Security personnel look on as a batch of pilgrims are on their way towards Amarnath. (PTI)
Highlights
- The officer was carrying father's dead body to his home in Srinagar
- The ambulance was stopped as it tried to overtake the convoy: Police
- Over two lakh pilgrims have performed the Amarnath Yatra so far
Srinagar: A senior Jammu and Kashmir government officer has alleged that he was held up for hours in an ambulance with his father's body on the Srinagar-Jammu national highway because of traffic restrictions for the Amarnath Yatra on Thursday.
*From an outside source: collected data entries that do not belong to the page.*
/** A tap can only step up: the refusal when the side's resistance is above what it must present. */
function cannotStepDown(field: string, who: string, target: SideTarget, t: MatchTank): DesignError {
  const r = sayQuantity(target.resistance, 'Ω');
  if (target.loadedQ === undefined) {
    return new DesignError(field, `The ${r} ${who} is above the ${sayQuantity(target.wanted, 'Ω')} it must be seen as across the tank for a match (the tank's dynamic resistance${target.across === undefined ? '' : ' with what is across it'}): a tap or a capacitive divider only steps a resistance up, so neither can match it. Connect it across the top (it then loads the tank less than a match would), or lower its resistance.`);
  }
  const g = 1 / t.dynamicResistance + (target.across === undefined ? 0 : 1 / target.across) + 1 / target.resistance;
  const q = 1 / (t.reactance * g);
  return new DesignError(field, `Even across the top the ${r} ${who} loads the tank only to a loaded Q of ${sayNumber(q)}, above the wanted ${sayNumber(target.loadedQ)}: a tap can only lighten the load. Connect it across the top, or ask for a loaded Q of ${sayNumber(q)} or more.`);
}
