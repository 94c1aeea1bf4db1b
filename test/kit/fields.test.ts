/**
 * Field tables: the link codec, fields in use, documents and specs, and the
 * routing of a core DesignError (whose `field` is a spec path) to the field
 * that fills that path. Tables: the Resonance bench's own, and tables
 * modelled on the Coil and Tank benches and the band planner (sampleTables).
 * The behaviour checked is our own design (DESIGN.md, "One design, many
 * views"); expected values are worked by hand.
 */
import { describe, expect, it } from 'vitest';
import fc from 'fast-check';
import {
  applies, decodeLink, defaultChoices, defaultSnapshot, defineFields, encodeLink, fieldsInUse, pathsOf,
  readFieldTextSync, refuseLinkText, routeDesignError, type BenchSnapshot, type FieldTable,
} from '../../components/kit/fields';
import { documentToSnapshot, snapshotToDocument, snapshotToSpec, specToSnapshot } from '../../components/kit/documents';
import { RESONANCE_FIELDS } from '../../components/benches/ResonanceBench';
import { BAND_LIKE, COIL_LIKE, TANK_LIKE } from './sampleTables';
import { rel } from '../helpers/asserts';
import { inUse, radioCombinations } from '../helpers/fields';



function viaLink(table: FieldTable, s: BenchSnapshot): BenchSnapshot {
  const d = decodeLink(table, `?${encodeLink(table, s)}`);
  expect(d.notices).toEqual([]);
  const back = defaultSnapshot(table);
  Object.assign(back.choices, d.choices);
  Object.assign(back.texts, d.texts);
  return back;
}

function viaDocument(table: FieldTable, s: BenchSnapshot): BenchSnapshot {
  // through JSON, as a draft or an export would store it
  const stored = JSON.parse(JSON.stringify(snapshotToDocument(table, s)));
  const { snapshot, notices } = documentToSnapshot(table, stored);
  expect(notices).toEqual([]);
  return snapshot;
}

describe('defineFields', () => {
  it('refuses a table with a slip in it', () => {
    const q = { kind: 'quantity', unit: 'F', path: 'capacitance', label: 'C', default: '100 pF' } as const;
    expect(() => defineFields([{ ...q, key: 'C' }, { ...q, key: 'C' }])).toThrow(/declared twice/);
    expect(() => defineFields([{ ...q, key: 'C', default: '20' , unit: 'm' }])).toThrow(/no unit/);
    expect(() => defineFields([{ ...q, key: 'C', default: '' }])).toThrow(/needs a default/);
    expect(() => defineFields([{ ...q, key: 'C', path: 'a..b' }])).toThrow(/dotted name/);
    expect(() => defineFields([{ kind: 'choice', key: 'x', label: 'X', default: 'z', options: [['a', 'A']] }])).toThrow(/not an option/);
  });
  it('no two fields in use fill the same spec path, for every combination of choices', () => {
    for (const table of [RESONANCE_FIELDS, COIL_LIKE, TANK_LIKE, BAND_LIKE] as FieldTable[]) {
      for (const choices of radioCombinations(table)) {
        const paths = fieldsInUse(table, choices).flatMap(pathsOf);
        expect(new Set(paths).size).toBe(paths.length);
      }
    }
  });
});
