def read_npz_checked(
    path: str | os.PathLike[str],
    what: str,
    *,
    remove_damaged: bool = True,
    required: Iterable[str] = (),
) -> dict[str, np.ndarray]:
    """Read every array of an intermediate ``.npz``; remove it when it is damaged.

    A truncated or corrupt intermediate (a full disk, a killed copy) would otherwise fail
    every rerun the same way until deleted by hand; removed, it is simply remade by the
    step that writes it when the run is started again.

    Parameters
    ----------
    path : path-like
        An ``.npz`` written by :func:`numpy.savez` (or ``savez_compressed``).
    what : str
        What the file is, for the message (e.g. ``"scan file"``).
    remove_damaged : bool
        Remove a damaged file (default True).
    required : iterable of str
        Array names the file must hold; a missing one counts as damage.

    Returns
    -------
    dict of str to ndarray
        Every array of the file, loaded into memory, by name.

    Raises
    ------
    GloamError
        One line: the file is missing or cannot be opened (nothing removed), or it is
        damaged (named, with whether it was removed and that the run should be started
        again).
    """
    path = Path(path)
    try:
        loaded = np.load(path, allow_pickle=False)
        if not isinstance(loaded, np.lib.npyio.NpzFile):
            raise ValueError("a single array, not an .npz archive")
        with loaded as data:
            arrays = {key: data[key] for key in data.files}
        missing = [key for key in required if key not in arrays]
        if missing:
            raise KeyError(f"no array {missing[0]!r}")
    except _ACCESS_ERRORS as error:
        if isinstance(error, FileNotFoundError):
            raise GloamError(
                f"{what} {str(path)!r} does not exist; start the run again so that its step "
                "writes it"
            ) from error
        raise _access_error(path, what, error) from error
    except _NPZ_DAMAGE as error:
        if isinstance(error, ValueError) and "allow_pickle" in str(error) and _is_zip(path):
            raise  # a whole archive holding object arrays: a writer's bug, not damage
        cause = " ".join(str(error).split()) or type(error).__name__
        if not remove_damaged:
            raise GloamError(
                f"{what} {str(path)!r} is damaged or incomplete ({cause}); delete it and "
                "start the run again to remake it"
            ) from error
        try:
            path.unlink(missing_ok=True)
        except OSError as removal:
            raise GloamError(
                f"{what} {str(path)!r} is damaged or incomplete ({cause}) and could not be "
                f"removed ({removal.strerror or removal}); delete it and start the run again"
            ) from error
        raise GloamError(
            f"{what} {str(path)!r} was damaged or incomplete ({cause}) and has been removed; "
            "start the run again to remake it"
        ) from error
    return arrays


def _is_zip(path: Path) -> bool:
    try:
        with zipfile.ZipFile(path) as archive:
            return archive.testzip() is None
    except (OSError, zipfile.BadZipFile):
        return False


#: The format signature at the start of every HDF5 file (and so of every ``.h5ad``).
_HDF5_SIGNATURE = b"\x89HDF\r\n\x1a\n"


def _short_cause(error: BaseException, limit: int = 200) -> str:
    """``error`` as one line of at most ``limit`` characters (HDF5's messages are long)."""
    text = " ".join(str(error).split()) or type(error).__name__
    return text if len(text) <= limit else f"{text[: limit - 3]}..."


def read_h5ad_checked(path: str | os.PathLike[str], what: str, *, remake: str):  # -> AnnData
    """Read a whole ``.h5ad`` file; a damaged or truncated one becomes one line.

    Unlike :func:`read_npz_checked` the file is never removed or changed: an ``.h5ad`` may
    be the user's own file, which only its owner can make again.

    Parameters
    ----------
    path : path-like
        An AnnData ``.h5ad`` file.
    what : str
        What the file is, for the message (e.g. ``"prepared matrix"``).
    remake : str
        How to make the file again, ending the message (e.g. ``"delete it and run gloam
        prepare again"``).

    Returns
    -------
    anndata.AnnData
        The whole file, in memory.

    Raises
    ------
    GloamError
        One line: the file is missing or cannot be opened (with the fix for the kind of
        error), or it is not an HDF5 file, or it is damaged or incomplete (with ``remake``).
    """
    import anndata

    path = Path(path)
    _require_file(path, what)
    try:
        return anndata.read_h5ad(path)
    except MemoryError:
        raise
    except Exception as error:  # h5py and anndata raise many unrelated types for a bad file
        if _access_error_in(error):
            raise _access_error(path, what, _access_error_in(error)) from error
        try:
            with open(path, "rb") as stream:
                start = stream.read(len(_HDF5_SIGNATURE))
        except OSError as access:
            raise _access_error(path, what, access) from error
        if path.stat().st_size < 512 and start != _HDF5_SIGNATURE:
            # The signature may also stand at 512, 1024, ... after a user block.
            kind = "empty" if not start else "not an HDF5 file"
            raise GloamError(
                f"{what} {str(path)!r} cannot be read as .h5ad: the file is {kind}; {remake}"
            ) from error
        raise GloamError(
            f"{what} {str(path)!r} cannot be read as .h5ad: the file is damaged or incomplete "
            f"({_short_cause(error)}); {remake}"
        ) from error


def _access_error_in(error: BaseException) -> OSError | None:
    """A permission or missing-file error behind ``error``, if that is what it is."""
    current: BaseException | None = error
    while current is not None:
        if isinstance(current, _ACCESS_ERRORS):
            return current
        current = current.__cause__
    return None
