# --------------------------------------------------------------------------------------------
# Resampling
# --------------------------------------------------------------------------------------------


def _check_groups(group_of_sample: np.ndarray, n_samples: int) -> np.ndarray:
    groups = np.asarray(group_of_sample)
    if groups.shape != (n_samples,):
        raise GloamError(
            f"group_of_sample must give one group per sample ({n_samples}); got shape "
            f"{groups.shape}"
        )
    if n_samples == 0 or not np.issubdtype(groups.dtype, np.integer) or groups.min() < 0:
        raise GloamError("group_of_sample must hold integer group indices 0, 1, ... per sample")
    counts = np.bincount(groups)
    if (counts == 0).any():
        raise GloamError(
            f"group {int(np.flatnonzero(counts == 0)[0])} has no sample; number the groups "
            "0 .. n_groups - 1 without gaps"
        )
    return groups.astype(np.intp)


def resample_replicates(
    log_values: np.ndarray, group_of_sample: np.ndarray, *, rng: np.random.Generator | int | None
) -> np.ndarray:
    """A bootstrap of the replicate summary: replicates drawn again per group, then averaged.

    For each group (time point, or condition and time point) with ``n_g`` samples, ``n_g``
    of its samples are drawn with replacement; the group's value for a gene is the mean of
    the drawn samples.  All genes share the same draw, so their correlation is kept.

    Parameters
    ----------
    log_values : ndarray of shape (n_genes, n_samples)
        Per-sample values on the log scale; must be finite.
    group_of_sample : ndarray of shape (n_samples,), int
        Group of each sample, ``0 .. n_groups - 1``; every group has a sample.
    rng : numpy.random.Generator, int or None
        Seed or generator, keyword-only.

    Returns
    -------
    ndarray of shape (n_genes, n_groups)
        Resampled group means (log scale).

    Raises
    ------
    GloamError
        If the values are not a finite 2-D array or the groups do not match the samples.
    """
    values = np.asarray(log_values, dtype=np.float64)
    if values.ndim != 2 or not np.isfinite(values).all():
        raise GloamError(
            "log_values must be a finite 2-D array of shape (n_genes, n_samples); fill missing "
            "values before resampling"
        )
    groups = _check_groups(group_of_sample, values.shape[1])
    generator = np.random.default_rng(rng)
    counts = np.bincount(groups)
    by_group = np.argsort(groups, kind="stable")
    first = np.concatenate([[0], np.cumsum(counts)[:-1]])
    slot_group = groups[by_group]  # one slot per sample, in group order
    drawn = by_group[first[slot_group] + generator.integers(counts[slot_group])]
    # weights[j, g]: how often sample j was drawn for group g, over n_g; one product averages.
    weights = np.zeros((values.shape[1], counts.size))
    np.add.at(weights, (drawn, slot_group), 1.0 / counts[slot_group])
    return values @ weights


def zscore_rows(profiles: np.ndarray) -> np.ndarray:
    """z-score every row (mean 0, SD 1 with ddof = 1); a flat row becomes all zeros.

    Resampled profiles are standardised as the clustered data were
    (:data:`gloam.prepare.ZSCORE_DDOF`).  A resample can make a row flat, which
    :func:`gloam.prepare.zscore_rows` (for prepared, non-flat rows) would turn into NaN.

    Parameters
    ----------
    profiles : ndarray of shape (n_genes, n_columns)

    Returns
    -------
    ndarray of shape (n_genes, n_columns)

    Raises
    ------
    GloamError
        If ``profiles`` is not 2-D with at least 2 columns.
    """
    values = np.asarray(profiles, dtype=np.float64)
    if values.ndim != 2 or values.shape[1] < 2:
        raise GloamError(
            f"z-scores need a 2-D array with at least 2 columns (time points); got shape "
            f"{values.shape}"
        )
    centred = values - values.mean(axis=1, keepdims=True)
    sd = centred.std(axis=1, ddof=ZSCORE_DDOF, keepdims=True)
    return np.divide(centred, sd, out=np.zeros_like(centred), where=sd > 0)


def bootstrap_genes(n_genes: int, *, rng: np.random.Generator | int | None) -> np.ndarray:
    """The distinct genes of a bootstrap sample (``n_genes`` draws with replacement).

    Each gene is kept once (about 63 % of the genes are drawn): a gene drawn twice would
    otherwise weigh twice in the clustering, and the Jaccard coefficient counts sets.

    Parameters
    ----------
    n_genes : int
        Number of genes, >= 1.
    rng : numpy.random.Generator, int or None

    Returns
    -------
    ndarray of shape (n_drawn,), int
        Sorted, distinct row indices.
    """
    if isinstance(n_genes, bool) or not isinstance(n_genes, int | np.integer) or n_genes < 1:
        raise GloamError(f"n_genes must be an integer >= 1; got {n_genes!r}")
    generator = np.random.default_rng(rng)
    return np.unique(generator.integers(int(n_genes), size=int(n_genes)))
Imtiyaz Wani, Director Finance in Jammu and Kashmir government, said that he was taking his father's body to his home in Srinagar from Jammu when the ambulance was forced to stop until the convoys carrying Amarnath pilgrims completed their movement on the highway. The police claimed it is a "misrepresentation of facts".
The administration has placed a daily five-hour restriction on locals travelling on the arterial highway between Jammu and Srinagar, for 46 days till August 15 when the pilgrimage ends.
Mr Wani took to social media to complain. "All civil rights are subordinate to Amarnath Yatra while moving from Jammu to Srinagar. I am not being allowed to carry forward my father's dead body. What hell the life of a common Kashmiri is. Inspector Rakesh of J&K Police on yatra duty categorically said the body shall not be allowed," he wrote on Facebook.
Mr Wani's father died in Delhi.
The police said the ambulance was stopped as it tried to overtake the convoy.
"The ambulance was trying to overtake the Yatra convoy which was not allowed by the convoy commander. The person in ambulance claimed that the vehicle is carrying dead body of his father but the (security) officer could not verify the facts in the moving convoy. Thus, the vehicle was not allowed to overtake it," a police spokesperson said.
He added that the ambulance was allowed to proceed after the officer "ascertained facts".
Over two lakh pilgrims have performed the Amarnath Yatra since the annual pilgrimage to the Himalayan cave shrine started on July 1. Officials say this is the highest number to visit the Himalayan cave shrine during the first forthright in the last four years.
This yatra will conclude on August 15 coinciding with the Shravan Purnima festival.